If you have not yet subscribed to automatic rebalancing, consult your portfolio manager or online broker. This feature can ensure that your instruments remain properly weighted and aligned with your risk tolerance and investment goals, even when the market swings.

5. Lock in interest rates now

As policy makers raise interest rates to lower inflation levels, interest rates will rise. This is potentially bad news for anyone with an adjustable rate loan. It is also a challenge for those carry a balance on a credit card.

While federal borrowers need not worry about their rates rising, those with private loans variable rate loans may want to consider consolidation or refinancing options through an existing lender or other banks, such as SoFi, who could consolidate debt into a single fixed rate loan. This will prevent your monthly payments from rising unpredictably when the Federal Reserve raises interest rates again this year, as expected.

6. Protect your credit score

Borrowers may find it harder to access credit during a recession as interest rates rise and banks enforce stricter lending rules. To benefit from the best conditions and loan rates, aim for a solid credit score in the 700s or so. You can usually check your credit score for free through your existing bank or lender, and you may also receive free weekly credit reports from each of the three major credit bureaus through the end of the year from AnnualCreditReport.com.

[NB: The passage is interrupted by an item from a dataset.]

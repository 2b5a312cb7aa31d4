"""Analysis layer: trends against level, the operating map, comparisons, margins, tuning, verdict.

It works on records (fit rows as a table), never on the database.
"""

To improve your credit score, try repay high balancesReview and dispute any errors who may appear on your credit report or consider consolidating high-interest credit card debt into a low interest debt consolidation loan Where Introductory 0% APR Balance Transfer Card.

7. Rethink buying a home

Although house prices have cooled in some areas, it remains a competitive housing market with few houses to go around. Whether rising mortgage rates add more pressure on your ability to buy a home within your budget, consider renting a little longer. If you’re also worried about your job security in a potential recession, that’s even more of a reason to take a break. Leasing isn’t cheap right now, but it can give you more flexibility and mobility. Without the need to hoard cash for a down payment and closing costs, leasing can also keep you with more cash during a potentially tough economy.

8. Take care of your valuables

The advice that was born out of the period of skyrocketing inflation of the late 1970s still applies today: “If it is not broke, do not fix it.”

With persistent supply chain issues, many of us face high prices and delays in acquiring new cars, tech products, furniture, home materials, and even contact lenses. This also includes spare parts. If a product comes with a free warranty, be sure to sign up. And while it’s a small fee to extend insurance, it may be worth it in a time of rising prices.

For example, my car sat in the repair shop for over three months, waiting for parts to arrive from overseas. So in addition to paying my monthly car payment, I have car rental costs that add up. If nothing else, I’ll be heading into a possible recession as a more cautious driver.